* **Your objective**
Using the listing below, set down each line from the line containing "return Word(name, start)" through the line containing "Word, resolved: Path)", both ends included, exactly and with nothing added.

-- Opening Marker --

"""The instance whose cards are being read, and what a node's name means there."""

from __future__ import annotations

from msgspec import Struct

from tauledger.circuit import GROUND, fold
from tauledger.netlist.draft import Draft, node_number
from tauledger.netlist.items import Word
from tauledger.netlist.models import ModelCard
from tauledger.netlist.netlist import Definition, Netlist
from tauledger.netlist.scopes import Scope


class Surroundings(Struct, frozen=True):
    """The instance whose cards are being read.

    prefix: "X1." before its own names. ports: node numbers by folded formal name. m: product of m of all instances
    around. caller: the instance that holds it. lexical: where its definition stands, for the models and definitions
    that it can see. models: what has been read here already, by folded name. seen: the models that can be seen from
    here, once they have been looked for.
    """

    definition: Definition
    scope: Scope
    prefix: str
    ports: dict[str, int]
    m: float
    path: int
    context: tuple[str, ...]
    caller: Surroundings | None
    lexical: Surroundings | None
    models: dict[str, ModelCard]
    seen: list[Visible]


class Visible(Struct, frozen=True):
    """The models that can be seen from an instance, by folded name: where each stands and its card.

    The nearest counts, of two in one place the first. bins: names of the bins by the name under which they are called.
    twins: the cards of later models of the instance's own that have the name of an earlier one.
    names, with_bins: of the models, and of all that can be called.
    """

    models: dict[str, tuple[Surroundings, int]]
    bins: dict[str, list[str]]
    twins: dict[str, list[int]]
    names: frozenset[str]
    with_bins: frozenset[str]


def node_of(netlist: Netlist, draft: Draft, around: Surroundings, word: Word) -> int:
    """Give the number of a node by its name on a card of this instance; a new one gets the next number."""
    key = fold(word.text)
    if key in (GROUND, "gnd"):
        return 0
    if key in netlist.globals:
        return node_number(draft, word.text)
    port = around.ports.get(key)
    return node_number(draft, around.prefix + word.text) if port is None else port


def existing_node(netlist: Netlist, draft: Draft, around: Surroundings, word: Word) -> int | None:
    """Give the number of a node by its name on a card, or None where there is none of that name."""
    key = fold(word.text)
    if key in around.ports and key not in netlist.globals:
        return around.ports[key]
    return draft.numbers.get(key if key in netlist.globals else fold(around.prefix) + key)
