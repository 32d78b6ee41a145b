"""Reading the files of a netlist: the one place of this room that touches the file system.

Includes are read only under the netlist's own folder (symbolic links resolved), with limits on number, depth and size.
"""

from __future__ import annotations

import codecs
import hashlib
import os
from pathlib import Path

from msgspec import Struct, field
from msgspec.structs import replace

from tauledger.circuit import ReadingNote
from tauledger.errors import Diagnostic, InputError, NetlistError
from tauledger.netlist.diagnostics import Site, visible
from tauledger.netlist.items import Word
from tauledger.netlist.lines import assemble
from tauledger.netlist.netlist import Card, Netlist, SourceFile
from tauledger.netlist.structure import structure

MOST_BYTES = 32 * 1024 * 1024
MOST_FILES = 200
MOST_NESTED_INCLUDES = 12
INCLUDES = (".include", ".incl", ".inc")


class _Reading(Struct):
    """What has been gathered so far; filled while files are read, in the order in which they are read."""

    folder: Path
    files: list[SourceFile] = field(default_factory=list)
    cards: list[Card] = field(default_factory=list)
    scripts: list[tuple[str, ...]] = field(default_factory=list)
    faults: list[Diagnostic] = field(default_factory=list)
    notes: list[ReadingNote] = field(default_factory=list)
    digest: hashlib._Hash = field(default_factory=hashlib.sha256)
    size: int = 0


def read(path: str | Path) -> Netlist:
    """Read a netlist and all that it includes.

    Raises InputError where the file itself cannot be used (missing, not text, too large), NetlistError with up to 20
    diagnostics where its cards cannot.
    """
    typed = str(path)
    main = Path(typed)
    data = _content(main, visible(typed), MOST_BYTES)
    reading = _Reading(folder=main.resolve().parent)
    lines = _decoded(data, visible(typed))
    _take(reading, SourceFile(typed, lines), data, start=1, real=(main.resolve(),))
    netlist = structure(
        path=typed,
        title=_title(lines[0]),
        files=tuple(reading.files),
        cards=tuple(reading.cards),
        scripts=tuple(reading.scripts),
        faults=tuple(reading.faults),
    )
    return replace(netlist, sha256=reading.digest.hexdigest(), notes=tuple(reading.notes) + netlist.notes)


def _take(reading: _Reading, source: SourceFile, data: bytes, *, start: int, real: tuple[Path, ...]) -> None:
    """Take one file into the reading, and depth first the files that it includes. real: this file and its includers."""
    number = len(reading.files)
    reading.files.append(source)
    reading.digest.update(data)
    reading.size += len(data)
    assembled = assemble(source.lines, file=number, path=source.path, start=start)
    reading.scripts.extend(assembled.scripts)
    reading.faults.extend(assembled.faults)
    for card in assembled.cards:
        if card.text.split(maxsplit=1)[0].lower() not in INCLUDES:
            reading.cards.append(card)
            continue
        try:
            _include(reading, card, number, real)
        except NetlistError as error:
            reading.faults.extend(error.diagnostics)


def _include(reading: _Reading, card: Card, number: int, real: tuple[Path, ...]) -> None:
    site = Site(tuple(reading.files), card)
    name = _file_name(site)
    including = reading.files[number]
    target = Path(os.path.normpath(Path(including.path).parent / name.text))
    resolved = _resolved(site, name, target, real[-1].parent)
    if not resolved.is_relative_to(reading.folder):
        raise site.fault(
            name,
            "a file outside the netlist's own folder is not read",
            f"copy it under {visible(str(Path(reading.files[0].path).parent))}{os.sep} and include it from there",
        )
    if resolved in real:
        raise site.fault(name, "this file includes itself", "take the .include out")
    if len(real) > MOST_NESTED_INCLUDES:
        raise site.fault(name, f"includes are nested more than {MOST_NESTED_INCLUDES} deep")
    if len(reading.files) >= MOST_FILES:
        raise site.fault(name, f"the netlist includes more than {MOST_FILES} files")
    try:
        data = _content(resolved, visible(str(target)), MOST_BYTES - reading.size)
        lines = _decoded(data, visible(str(target)))
    except InputError as error:
        raise site.fault(name, error.message, error.hint) from error
    _note_the_other(reading, site, name, resolved)
    source = SourceFile(str(target), lines, number, card.pieces[0].line)
    _take(reading, source, data, start=0, real=(*real, resolved))


def _file_name(site: Site) -> Word:
    text = site.card.text
    directive = text.split(maxsplit=1)[0]
    rest = text[len(directive) :]
    start = len(directive) + len(rest) - len(rest.lstrip())
    name = rest.strip()
    if len(name) >= 2 and name[0] in "'\"" and name[-1] == name[0]:
        name, start = name[1:-1], start + 1
    if not name:
        raise site.fault(len(text), "the name of a file is missing", f'write {directive} "file"')
    return Word(name, start)


def _resolved(site: Site, name: Word, target: Path, folder: Path) -> Path:
    """Follow symbolic links; the folder of the including file is where a name begins."""
    try:
        return Path(os.path.normpath(folder / name.text)).resolve(strict=True)
    except (OSError, RuntimeError, ValueError) as error:
        raise site.fault(name, f"there is no file {visible(str(target))}") from error


def _note_the_other(reading: _Reading, site: Site, name: Word, resolved: Path) -> None:
    """Say so where ngspice, started in the current folder, would take a file of the same name from there."""
    other = Path.cwd() / name.text
    if other.is_file() and other.resolve() != resolved:
        reading.notes.append(
            ReadingNote(
                site.where,
                f"{visible(name.text)} is read from the folder of the file that includes it; "
                "ngspice would take the file of that name in the current folder",
            )
        )


def _content(path: Path, shown: str, limit: int) -> bytes:
    try:
        if not path.is_file():
            problem = "is not a file" if path.exists() else "does not exist"
            raise InputError(f"{shown} {problem}")
        with path.open("rb") as stream:
            data = stream.read(limit + 1)
    except (OSError, ValueError) as error:
        reason = error.strerror if isinstance(error, OSError) and error.strerror else "not a usable name"
        raise InputError(f"{shown} cannot be read: {reason}") from error
    if len(data) > limit:
        raise InputError(
            f"{shown} is too large", f"a netlist with its includes has at most {MOST_BYTES // 1024 // 1024} MiB"
        )
    return data


def _decoded(data: bytes, shown: str) -> tuple[str, ...]:
    """Decode as UTF-8, else Latin-1, and split at line feeds only: no other character ends a line."""
    if data.startswith((codecs.BOM_UTF16_LE, codecs.BOM_UTF16_BE)):
        raise InputError(f"{shown} is UTF-16 text", "save it as UTF-8")
    if b"\0" in data:
        raise InputError(f"{shown} is not a text file", "a netlist is plain text")
    if not data.strip():
        raise InputError(f"{shown} is empty", "the first line is the title, then one card per line")
    try:
        text = data.decode("utf-8-sig")
    except UnicodeDecodeError:
        text = data.decode("latin-1")
    return tuple(line.removesuffix("\r") for line in text.removesuffix("\n").split("\n"))


def _title(line: str) -> str:
    """The first line, whatever it looks like, without comment star or the word .title; safe to print."""
    text = line.strip()
    text = text[6:] if text[:6].lower() == ".title" else text.lstrip("*")
    return visible(text).replace("\t", " ").strip()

-- Closing Marker --

* **Result for this exercise**
    return Word(name, start)


def _resolved(site: Site, name: Word, target: Path, folder: Path) -> Path:
    """Follow symbolic links; the folder of the including file is where a name begins."""
    try:
        return Path(os.path.normpath(folder / name.text)).resolve(strict=True)
    except (OSError, RuntimeError, ValueError) as error:
        raise site.fault(name, f"there is no file {visible(str(target))}") from error


def _note_the_other(reading: _Reading, site: Site, name: Word, resolved: Path) -> None:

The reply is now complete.